(Collected data)
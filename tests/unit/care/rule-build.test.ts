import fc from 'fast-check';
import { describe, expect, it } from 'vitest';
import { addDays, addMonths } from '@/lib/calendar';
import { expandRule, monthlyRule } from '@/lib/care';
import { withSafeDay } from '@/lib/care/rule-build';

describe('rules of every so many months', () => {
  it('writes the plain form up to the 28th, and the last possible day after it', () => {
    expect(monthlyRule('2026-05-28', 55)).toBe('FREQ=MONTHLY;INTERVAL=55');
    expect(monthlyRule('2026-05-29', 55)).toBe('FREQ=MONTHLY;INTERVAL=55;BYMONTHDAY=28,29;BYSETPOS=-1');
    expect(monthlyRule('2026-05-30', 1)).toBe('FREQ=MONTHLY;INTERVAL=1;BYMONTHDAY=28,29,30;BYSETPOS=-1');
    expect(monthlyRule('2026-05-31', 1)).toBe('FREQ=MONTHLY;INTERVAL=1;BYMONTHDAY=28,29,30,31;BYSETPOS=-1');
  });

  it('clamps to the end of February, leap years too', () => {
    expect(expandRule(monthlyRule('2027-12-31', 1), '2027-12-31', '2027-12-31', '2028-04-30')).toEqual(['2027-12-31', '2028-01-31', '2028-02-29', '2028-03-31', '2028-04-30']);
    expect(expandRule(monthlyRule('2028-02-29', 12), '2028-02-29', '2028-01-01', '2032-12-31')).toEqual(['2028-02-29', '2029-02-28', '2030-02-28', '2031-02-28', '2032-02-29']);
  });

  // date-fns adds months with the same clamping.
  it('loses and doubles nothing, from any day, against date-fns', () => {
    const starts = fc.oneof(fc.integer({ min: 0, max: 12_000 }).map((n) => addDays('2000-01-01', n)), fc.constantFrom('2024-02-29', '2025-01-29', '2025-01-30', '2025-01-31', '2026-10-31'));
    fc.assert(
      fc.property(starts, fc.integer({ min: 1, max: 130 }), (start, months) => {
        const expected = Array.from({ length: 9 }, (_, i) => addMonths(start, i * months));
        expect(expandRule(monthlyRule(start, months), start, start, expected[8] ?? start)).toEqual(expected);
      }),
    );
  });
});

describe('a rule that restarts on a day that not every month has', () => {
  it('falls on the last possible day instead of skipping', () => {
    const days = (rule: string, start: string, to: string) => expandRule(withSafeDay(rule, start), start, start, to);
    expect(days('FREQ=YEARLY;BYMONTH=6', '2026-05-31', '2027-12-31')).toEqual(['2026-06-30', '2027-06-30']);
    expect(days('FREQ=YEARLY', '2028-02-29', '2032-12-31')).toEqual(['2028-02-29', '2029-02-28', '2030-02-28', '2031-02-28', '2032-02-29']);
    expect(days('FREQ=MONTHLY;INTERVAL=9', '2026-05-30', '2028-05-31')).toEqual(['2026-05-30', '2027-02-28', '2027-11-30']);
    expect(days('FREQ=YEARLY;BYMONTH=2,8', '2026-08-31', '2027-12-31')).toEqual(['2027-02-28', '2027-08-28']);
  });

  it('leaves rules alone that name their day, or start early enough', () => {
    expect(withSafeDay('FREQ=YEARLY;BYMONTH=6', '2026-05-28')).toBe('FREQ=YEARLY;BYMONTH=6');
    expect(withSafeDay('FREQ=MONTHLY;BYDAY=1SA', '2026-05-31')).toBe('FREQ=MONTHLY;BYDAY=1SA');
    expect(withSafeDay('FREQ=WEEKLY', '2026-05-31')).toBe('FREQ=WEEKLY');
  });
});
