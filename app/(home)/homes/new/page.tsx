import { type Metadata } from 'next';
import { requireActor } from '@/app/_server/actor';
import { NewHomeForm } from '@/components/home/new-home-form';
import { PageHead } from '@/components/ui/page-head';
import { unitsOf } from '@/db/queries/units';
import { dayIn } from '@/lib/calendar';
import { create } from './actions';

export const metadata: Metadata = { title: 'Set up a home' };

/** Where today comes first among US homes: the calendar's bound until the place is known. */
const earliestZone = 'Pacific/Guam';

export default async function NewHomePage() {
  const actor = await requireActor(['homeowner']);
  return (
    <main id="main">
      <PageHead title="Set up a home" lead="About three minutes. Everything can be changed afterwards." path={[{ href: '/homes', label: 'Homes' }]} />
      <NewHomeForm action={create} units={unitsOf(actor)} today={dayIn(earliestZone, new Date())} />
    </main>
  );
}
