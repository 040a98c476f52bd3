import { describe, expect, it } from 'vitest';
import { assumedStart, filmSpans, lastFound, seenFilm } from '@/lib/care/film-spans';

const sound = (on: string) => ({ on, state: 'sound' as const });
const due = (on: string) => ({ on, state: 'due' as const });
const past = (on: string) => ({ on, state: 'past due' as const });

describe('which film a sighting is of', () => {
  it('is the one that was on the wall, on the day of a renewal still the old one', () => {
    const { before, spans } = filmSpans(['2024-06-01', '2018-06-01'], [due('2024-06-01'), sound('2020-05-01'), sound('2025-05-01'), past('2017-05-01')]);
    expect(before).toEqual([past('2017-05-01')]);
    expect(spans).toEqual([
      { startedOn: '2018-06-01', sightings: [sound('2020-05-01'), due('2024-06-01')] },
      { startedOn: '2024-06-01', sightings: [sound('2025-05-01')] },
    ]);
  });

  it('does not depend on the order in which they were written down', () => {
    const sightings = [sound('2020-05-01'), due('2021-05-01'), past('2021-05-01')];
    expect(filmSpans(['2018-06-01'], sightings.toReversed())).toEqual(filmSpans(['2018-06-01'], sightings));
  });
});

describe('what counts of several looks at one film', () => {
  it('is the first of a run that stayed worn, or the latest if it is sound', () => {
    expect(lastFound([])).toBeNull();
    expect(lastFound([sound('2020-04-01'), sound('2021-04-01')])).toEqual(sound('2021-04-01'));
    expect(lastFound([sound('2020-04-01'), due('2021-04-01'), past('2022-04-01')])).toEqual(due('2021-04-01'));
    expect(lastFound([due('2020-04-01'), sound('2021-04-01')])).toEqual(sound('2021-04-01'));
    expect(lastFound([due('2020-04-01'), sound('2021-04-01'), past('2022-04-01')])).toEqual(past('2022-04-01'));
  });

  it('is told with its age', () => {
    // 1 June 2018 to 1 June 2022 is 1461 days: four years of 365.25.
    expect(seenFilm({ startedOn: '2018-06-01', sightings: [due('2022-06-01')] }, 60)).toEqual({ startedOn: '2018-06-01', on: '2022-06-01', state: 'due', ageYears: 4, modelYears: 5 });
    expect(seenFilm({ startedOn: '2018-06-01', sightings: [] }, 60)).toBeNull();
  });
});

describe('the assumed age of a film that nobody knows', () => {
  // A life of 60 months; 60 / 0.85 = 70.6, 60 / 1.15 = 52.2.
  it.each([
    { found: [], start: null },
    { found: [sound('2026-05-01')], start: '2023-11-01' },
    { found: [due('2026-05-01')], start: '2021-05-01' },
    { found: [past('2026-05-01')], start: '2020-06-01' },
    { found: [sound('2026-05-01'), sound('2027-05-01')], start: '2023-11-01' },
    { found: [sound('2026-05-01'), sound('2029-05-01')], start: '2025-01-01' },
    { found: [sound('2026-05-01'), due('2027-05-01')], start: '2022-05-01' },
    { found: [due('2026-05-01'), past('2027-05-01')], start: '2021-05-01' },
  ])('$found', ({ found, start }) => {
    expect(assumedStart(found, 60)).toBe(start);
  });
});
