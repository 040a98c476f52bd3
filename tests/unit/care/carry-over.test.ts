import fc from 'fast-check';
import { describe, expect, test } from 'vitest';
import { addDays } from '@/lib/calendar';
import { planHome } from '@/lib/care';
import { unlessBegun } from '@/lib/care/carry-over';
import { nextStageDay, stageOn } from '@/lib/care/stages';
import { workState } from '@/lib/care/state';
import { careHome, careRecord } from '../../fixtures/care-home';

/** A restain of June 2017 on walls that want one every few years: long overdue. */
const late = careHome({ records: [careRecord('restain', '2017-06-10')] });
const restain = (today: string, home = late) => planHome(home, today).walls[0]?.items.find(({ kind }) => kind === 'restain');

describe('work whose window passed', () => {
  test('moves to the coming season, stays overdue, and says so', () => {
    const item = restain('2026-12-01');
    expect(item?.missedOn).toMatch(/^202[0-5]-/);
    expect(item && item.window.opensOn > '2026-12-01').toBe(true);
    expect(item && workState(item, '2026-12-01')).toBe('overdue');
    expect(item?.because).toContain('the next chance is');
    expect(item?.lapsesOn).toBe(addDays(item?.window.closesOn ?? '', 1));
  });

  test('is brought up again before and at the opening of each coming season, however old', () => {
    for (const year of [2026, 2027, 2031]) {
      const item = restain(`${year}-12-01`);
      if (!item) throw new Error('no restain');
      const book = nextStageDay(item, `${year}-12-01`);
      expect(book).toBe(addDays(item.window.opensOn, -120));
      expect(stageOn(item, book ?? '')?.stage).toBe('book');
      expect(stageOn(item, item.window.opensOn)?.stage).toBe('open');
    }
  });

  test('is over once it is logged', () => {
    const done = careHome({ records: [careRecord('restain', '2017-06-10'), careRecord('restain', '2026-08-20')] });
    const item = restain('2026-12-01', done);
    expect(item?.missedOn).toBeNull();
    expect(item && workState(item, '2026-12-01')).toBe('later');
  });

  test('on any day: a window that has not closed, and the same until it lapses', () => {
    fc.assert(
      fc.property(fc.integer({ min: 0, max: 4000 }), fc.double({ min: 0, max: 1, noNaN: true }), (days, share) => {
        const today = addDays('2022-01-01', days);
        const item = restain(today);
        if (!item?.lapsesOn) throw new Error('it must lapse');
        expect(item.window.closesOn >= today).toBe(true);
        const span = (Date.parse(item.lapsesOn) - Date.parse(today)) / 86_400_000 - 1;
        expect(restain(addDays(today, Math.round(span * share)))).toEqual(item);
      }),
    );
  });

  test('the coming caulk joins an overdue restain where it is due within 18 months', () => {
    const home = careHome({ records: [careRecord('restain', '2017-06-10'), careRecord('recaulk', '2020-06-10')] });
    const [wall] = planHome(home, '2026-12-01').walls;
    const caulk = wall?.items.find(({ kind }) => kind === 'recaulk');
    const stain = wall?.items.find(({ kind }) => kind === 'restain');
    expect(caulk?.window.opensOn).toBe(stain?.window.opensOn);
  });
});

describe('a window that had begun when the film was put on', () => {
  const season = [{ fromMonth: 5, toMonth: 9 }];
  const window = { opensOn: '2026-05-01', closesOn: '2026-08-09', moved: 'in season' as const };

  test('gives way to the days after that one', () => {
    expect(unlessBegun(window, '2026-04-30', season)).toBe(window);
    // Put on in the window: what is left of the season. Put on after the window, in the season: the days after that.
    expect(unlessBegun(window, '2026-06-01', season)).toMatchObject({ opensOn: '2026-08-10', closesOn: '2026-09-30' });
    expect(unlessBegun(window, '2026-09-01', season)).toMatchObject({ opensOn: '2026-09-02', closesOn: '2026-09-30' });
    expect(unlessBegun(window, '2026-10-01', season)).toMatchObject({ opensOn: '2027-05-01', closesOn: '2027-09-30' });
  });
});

§ **WHAT NEEDS TO BE DONE**: Using the data above, reproduce exactly the lines from the line that contains "test('moves to the" through the line that contains "const span = (Date.parse(item.lapsesOn)", including both.

§ **YOUR SOLUTION**:
  test('moves to the coming season, stays overdue, and says so', () => {
    const item = restain('2026-12-01');
    expect(item?.missedOn).toMatch(/^202[0-5]-/);
    expect(item && item.window.opensOn > '2026-12-01').toBe(true);
    expect(item && workState(item, '2026-12-01')).toBe('overdue');
    expect(item?.because).toContain('the next chance is');
    expect(item?.lapsesOn).toBe(addDays(item?.window.closesOn ?? '', 1));
  });

  test('is brought up again before and at the opening of each coming season, however old', () => {
    for (const year of [2026, 2027, 2031]) {
      const item = restain(`${year}-12-01`);
      if (!item) throw new Error('no restain');
      const book = nextStageDay(item, `${year}-12-01`);
      expect(book).toBe(addDays(item.window.opensOn, -120));
      expect(stageOn(item, book ?? '')?.stage).toBe('book');
      expect(stageOn(item, item.window.opensOn)?.stage).toBe('open');
    }
  });

  test('is over once it is logged', () => {
    const done = careHome({ records: [careRecord('restain', '2017-06-10'), careRecord('restain', '2026-08-20')] });
    const item = restain('2026-12-01', done);
    expect(item?.missedOn).toBeNull();
    expect(item && workState(item, '2026-12-01')).toBe('later');
  });

  test('on any day: a window that has not closed, and the same until it lapses', () => {
    fc.assert(
      fc.property(fc.integer({ min: 0, max: 4000 }), fc.double({ min: 0, max: 1, noNaN: true }), (days, share) => {
        const today = addDays('2022-01-01', days);
        const item = restain(today);
        if (!item?.lapsesOn) throw new Error('it must lapse');
        expect(item.window.closesOn >= today).toBe(true);
        const span = (Date.parse(item.lapsesOn) - Date.parse(today)) / 86_400_000 - 1;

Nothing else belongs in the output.